Using cat and heredocs gives us a lot of flexibility. We can wrap some content with a common header and footer
if we want to:
#!/bin/sh
cat /dev/fd/3 $@ /dev/fd/3 3<<HEAD 4<<FOOT
<!doctype html>
<html lang="en">
HEAD
<script src="script.js"></script>
FOOT
Using envsubst
If we want a real template instead of an executable script we can use envsubst(1). This tool is extremely
straight-forward in use: put template in standard input and get substituted text in standard output:
server {
listen 80;
server_name $USER.$DOMAIN;
root /srv/http/$USER/public;
}
Then:
$ export DOMAIN=example.tld
$ envsubst <nginx.conf.in
server {
listen 80;
server_name aki.ignore.pl;
root /srv/http/aki/public;
}
Envsubst supports ${VARIABLE}
, too.
Major potential problem with envsubst is that it substitutes everything as it goes. It doesn't matter whether
the variable exists in the environment or not. This is the usual expected behaviour from shell, but it might not be
well suited for handling any output that uses $
in a meaningful way. We can partially workaround it using
SHELL-FORMAT argument:
$ envsubst '$USER, $DOMAIN' <nginx.conf.in >nginx.conf
This limits the substitutions to selected variables. The format of this argument is not important. Whatever is a
conformant variable reference will work: '$USER$DOMAIN'
, '$USER $DOMAIN'
,
'$USER,$DOMAIN'
, and the first example are all equivalent. Just remember to not substitute the variables
when calling envsubst by accident and to put it in one argument (hence why single-quotes are used).
Using sed
Finally, we can use sed(1) to gain even more control over what happens to our templates. This comes at the
cost: sed does not have access to environment variables on its own. Usually, we can find it being used like this:
$ sed "s/@VERSION@/$VERSION/g" <version.h.in >version.h
Shell will substitute $VERSION
there with the variable and any use of @VERSION@
in template
file will be replaced. Note that sed can replace anything it wants - @
are used here to make it more
strict and to make template more readable.
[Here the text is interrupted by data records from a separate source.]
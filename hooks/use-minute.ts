import { useEffect, useState } from 'react';

const minuteMs = 60_000;

const startOfMinute = () => Math.floor(Date.now() / minuteMs) * minuteMs;

/** The running minute: prices move with time, but not with every key stroke. */
export function useMinute(): number {
  const [minute, setMinute] = useState(startOfMinute);
  useEffect(() => {
    const untilNext = minute + minuteMs - Date.now();
    const timer = setTimeout(() => setMinute(startOfMinute()), Math.max(untilNext, 250));
    return () => clearTimeout(timer);
  }, [minute]);
  return minute;
}
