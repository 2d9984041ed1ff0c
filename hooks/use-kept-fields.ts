import { useState } from 'react';
import { forgetForm, keepForm, readKeptForm } from './kept-form';

/** Fields that outlive a reload, until the act that they are typed for is on record. */
export function useKeptFields<Values extends Record<string, string>>(
  keptAs: string,
  defaults: Values,
) {
  const [values, setValues] = useState(() => readKeptForm(keptAs, defaults));
  const change = (part: Partial<Values>) => {
    const next = { ...values, ...part };
    setValues(next);
    keepForm(keptAs, next);
  };
  return { values, change, forget: () => forgetForm(keptAs) };
}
If we are feeling like over-engineering, we can generate script for sed and use that instead. The variable
values may come from anywhere you want at that point, let's use shell:
#!/bin/sh
if tag=$(git describe --tags --exact); then
echo s/@VERSION@/$tag/g
else
echo s/@VERSION@/@BRANCH@-@HASH@/g
fi
echo s/@HASH@/$(git rev-parse --short HEAD)/g
echo s/@BRANCH@/$(git symbolic-ref --short HEAD || echo detached)/g
Here rather than using cat I used echo
. Depending on the state of repository it is used in, it
may output something similar to:
s/@VERSION@/@BRANCH@-@HASH@/g
s/@HASH@/4242424/g
s/@BRANCH@/nightly/g
We can then feed it into sed:
$ sed -f subst.sed <version.h.in >version.h
Now, if we want to over-engineer it for real, let's put it into a Makefile:
subst.sed: subst.sed.sh
./$< >$@
%.h: %.h.in subst.sed
sed -f subst.sed <$< >$@
Other Alternatives
Otherwise one could potentially use: perl(1), python(1), awk(1), maybe shell's eval
if feeling adventurous (and malicious, I guess). CMakes configure_file
is very nice but is limited to
CMake. I'm starting to feel like it could be a nice weekend project to make a utility after a beer or two.